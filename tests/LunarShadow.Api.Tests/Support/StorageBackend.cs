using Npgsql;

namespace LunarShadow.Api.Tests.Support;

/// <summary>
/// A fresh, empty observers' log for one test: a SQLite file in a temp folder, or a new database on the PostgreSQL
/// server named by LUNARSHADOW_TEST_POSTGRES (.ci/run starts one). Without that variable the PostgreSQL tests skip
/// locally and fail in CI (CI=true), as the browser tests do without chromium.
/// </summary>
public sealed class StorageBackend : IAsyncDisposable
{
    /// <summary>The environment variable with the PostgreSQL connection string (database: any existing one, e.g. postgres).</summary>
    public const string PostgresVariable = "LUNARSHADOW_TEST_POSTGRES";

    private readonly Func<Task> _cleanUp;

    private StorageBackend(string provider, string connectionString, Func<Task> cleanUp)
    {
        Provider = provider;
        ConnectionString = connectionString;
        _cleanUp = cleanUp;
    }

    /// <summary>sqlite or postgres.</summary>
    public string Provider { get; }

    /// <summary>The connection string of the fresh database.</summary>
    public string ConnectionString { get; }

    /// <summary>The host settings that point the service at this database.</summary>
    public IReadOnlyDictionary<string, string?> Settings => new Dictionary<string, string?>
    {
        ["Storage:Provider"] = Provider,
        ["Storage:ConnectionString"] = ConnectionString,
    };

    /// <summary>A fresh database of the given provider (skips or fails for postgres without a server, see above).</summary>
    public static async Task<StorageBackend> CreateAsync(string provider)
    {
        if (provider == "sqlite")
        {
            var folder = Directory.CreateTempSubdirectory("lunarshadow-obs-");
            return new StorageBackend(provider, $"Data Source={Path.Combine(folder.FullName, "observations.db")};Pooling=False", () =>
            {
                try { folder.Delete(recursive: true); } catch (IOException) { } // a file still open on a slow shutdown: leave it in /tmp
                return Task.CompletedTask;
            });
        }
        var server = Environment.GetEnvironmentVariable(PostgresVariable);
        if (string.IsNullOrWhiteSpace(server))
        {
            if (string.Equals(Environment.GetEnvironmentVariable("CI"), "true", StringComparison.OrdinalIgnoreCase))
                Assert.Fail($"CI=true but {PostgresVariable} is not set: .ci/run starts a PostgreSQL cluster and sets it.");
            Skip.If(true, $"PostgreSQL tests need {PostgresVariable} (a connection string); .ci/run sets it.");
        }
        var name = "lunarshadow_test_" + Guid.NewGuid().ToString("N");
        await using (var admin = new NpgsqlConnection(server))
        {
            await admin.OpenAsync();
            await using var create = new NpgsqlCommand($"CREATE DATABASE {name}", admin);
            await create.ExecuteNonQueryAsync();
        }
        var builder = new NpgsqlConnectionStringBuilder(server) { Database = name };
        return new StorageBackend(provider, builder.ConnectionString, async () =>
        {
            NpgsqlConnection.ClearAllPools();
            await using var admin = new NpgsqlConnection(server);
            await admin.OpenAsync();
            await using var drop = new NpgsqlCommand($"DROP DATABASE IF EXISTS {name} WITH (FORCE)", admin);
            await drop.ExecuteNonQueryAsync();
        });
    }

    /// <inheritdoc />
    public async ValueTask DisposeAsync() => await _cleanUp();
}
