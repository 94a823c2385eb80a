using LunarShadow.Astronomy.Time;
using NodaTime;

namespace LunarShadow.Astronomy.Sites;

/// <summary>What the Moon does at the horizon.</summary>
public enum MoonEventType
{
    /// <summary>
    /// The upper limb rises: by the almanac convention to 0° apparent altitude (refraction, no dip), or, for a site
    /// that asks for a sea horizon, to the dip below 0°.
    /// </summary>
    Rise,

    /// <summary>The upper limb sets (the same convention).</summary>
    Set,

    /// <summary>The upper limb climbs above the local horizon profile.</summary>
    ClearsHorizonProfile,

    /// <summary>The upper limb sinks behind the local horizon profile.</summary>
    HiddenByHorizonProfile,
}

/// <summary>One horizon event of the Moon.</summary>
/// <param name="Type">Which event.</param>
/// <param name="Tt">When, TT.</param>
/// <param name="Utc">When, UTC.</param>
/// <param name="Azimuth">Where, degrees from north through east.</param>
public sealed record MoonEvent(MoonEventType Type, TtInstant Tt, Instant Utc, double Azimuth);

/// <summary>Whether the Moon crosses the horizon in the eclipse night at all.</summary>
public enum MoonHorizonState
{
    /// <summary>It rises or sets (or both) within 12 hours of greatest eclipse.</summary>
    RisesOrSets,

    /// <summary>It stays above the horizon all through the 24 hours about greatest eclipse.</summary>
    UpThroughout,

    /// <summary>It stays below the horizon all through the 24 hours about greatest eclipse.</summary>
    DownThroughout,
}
* * *
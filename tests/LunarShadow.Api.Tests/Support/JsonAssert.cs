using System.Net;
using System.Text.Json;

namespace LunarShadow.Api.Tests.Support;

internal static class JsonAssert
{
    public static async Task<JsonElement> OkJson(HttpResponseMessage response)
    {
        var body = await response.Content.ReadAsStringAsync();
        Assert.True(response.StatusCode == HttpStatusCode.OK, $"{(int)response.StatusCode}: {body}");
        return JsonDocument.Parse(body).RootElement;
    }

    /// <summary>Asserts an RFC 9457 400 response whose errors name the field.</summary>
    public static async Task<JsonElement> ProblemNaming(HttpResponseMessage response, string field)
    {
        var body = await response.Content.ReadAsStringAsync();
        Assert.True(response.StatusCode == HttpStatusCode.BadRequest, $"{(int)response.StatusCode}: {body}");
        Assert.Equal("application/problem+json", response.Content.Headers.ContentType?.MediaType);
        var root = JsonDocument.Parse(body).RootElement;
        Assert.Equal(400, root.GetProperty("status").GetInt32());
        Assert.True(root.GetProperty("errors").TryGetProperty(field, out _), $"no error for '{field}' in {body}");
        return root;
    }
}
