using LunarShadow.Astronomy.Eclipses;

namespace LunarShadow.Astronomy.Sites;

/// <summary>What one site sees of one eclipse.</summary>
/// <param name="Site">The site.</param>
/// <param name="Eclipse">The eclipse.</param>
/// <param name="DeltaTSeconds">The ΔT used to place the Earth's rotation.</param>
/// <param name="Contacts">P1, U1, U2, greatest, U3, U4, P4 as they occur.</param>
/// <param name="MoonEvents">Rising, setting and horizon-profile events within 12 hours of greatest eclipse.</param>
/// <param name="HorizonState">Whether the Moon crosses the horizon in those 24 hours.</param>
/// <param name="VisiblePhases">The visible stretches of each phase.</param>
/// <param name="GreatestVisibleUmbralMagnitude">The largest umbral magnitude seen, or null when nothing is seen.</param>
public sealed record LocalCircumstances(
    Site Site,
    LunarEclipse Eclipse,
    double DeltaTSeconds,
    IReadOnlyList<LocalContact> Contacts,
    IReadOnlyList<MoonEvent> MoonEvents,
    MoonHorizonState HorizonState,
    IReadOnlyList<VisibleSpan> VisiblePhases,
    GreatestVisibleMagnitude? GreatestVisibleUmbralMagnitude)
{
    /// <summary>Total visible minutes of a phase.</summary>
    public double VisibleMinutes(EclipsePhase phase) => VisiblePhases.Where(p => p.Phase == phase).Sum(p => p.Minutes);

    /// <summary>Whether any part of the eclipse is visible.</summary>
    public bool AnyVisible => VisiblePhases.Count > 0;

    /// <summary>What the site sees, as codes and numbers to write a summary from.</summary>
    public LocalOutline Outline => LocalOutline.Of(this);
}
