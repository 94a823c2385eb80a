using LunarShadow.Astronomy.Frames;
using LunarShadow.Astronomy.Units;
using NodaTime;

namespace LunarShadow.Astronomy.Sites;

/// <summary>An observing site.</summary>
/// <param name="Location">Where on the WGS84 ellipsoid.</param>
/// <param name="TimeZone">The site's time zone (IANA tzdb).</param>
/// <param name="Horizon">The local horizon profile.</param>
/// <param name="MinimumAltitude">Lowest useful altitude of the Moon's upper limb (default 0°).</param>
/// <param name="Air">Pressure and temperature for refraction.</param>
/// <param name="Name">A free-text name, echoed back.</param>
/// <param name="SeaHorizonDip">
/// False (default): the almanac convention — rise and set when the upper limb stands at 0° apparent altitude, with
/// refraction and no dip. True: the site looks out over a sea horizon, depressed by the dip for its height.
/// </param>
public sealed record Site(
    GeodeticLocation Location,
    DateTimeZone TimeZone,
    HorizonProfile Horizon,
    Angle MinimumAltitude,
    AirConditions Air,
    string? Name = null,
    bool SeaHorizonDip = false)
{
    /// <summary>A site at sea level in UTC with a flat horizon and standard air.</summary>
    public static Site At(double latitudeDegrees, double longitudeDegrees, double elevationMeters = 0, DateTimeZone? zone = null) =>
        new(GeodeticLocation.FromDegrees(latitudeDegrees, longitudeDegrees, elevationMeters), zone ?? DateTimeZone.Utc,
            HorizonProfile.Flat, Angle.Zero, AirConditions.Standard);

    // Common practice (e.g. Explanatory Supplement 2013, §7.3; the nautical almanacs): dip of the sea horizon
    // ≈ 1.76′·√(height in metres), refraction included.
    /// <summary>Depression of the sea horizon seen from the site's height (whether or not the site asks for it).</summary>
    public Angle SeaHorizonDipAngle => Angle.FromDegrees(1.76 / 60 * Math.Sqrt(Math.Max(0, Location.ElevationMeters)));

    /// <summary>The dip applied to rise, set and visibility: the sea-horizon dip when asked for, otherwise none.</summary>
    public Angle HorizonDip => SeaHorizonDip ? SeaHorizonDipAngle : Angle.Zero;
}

• What the task requires:
Only those lines of the entries above that run from the line containing "of the Moon.</summary>" to the line containing "night at all.</summary>", both included, should be transcribed exactly.

• Exercise solution:
/// <summary>One horizon event of the Moon.</summary>
/// <param name="Type">Which event.</param>
/// <param name="Tt">When, TT.</param>
/// <param name="Utc">When, UTC.</param>
/// <param name="Azimuth">Where, degrees from north through east.</param>
public sealed record MoonEvent(MoonEventType Type, TtInstant Tt, Instant Utc, double Azimuth);

/// <summary>Whether the Moon crosses the horizon in the eclipse night at all.</summary>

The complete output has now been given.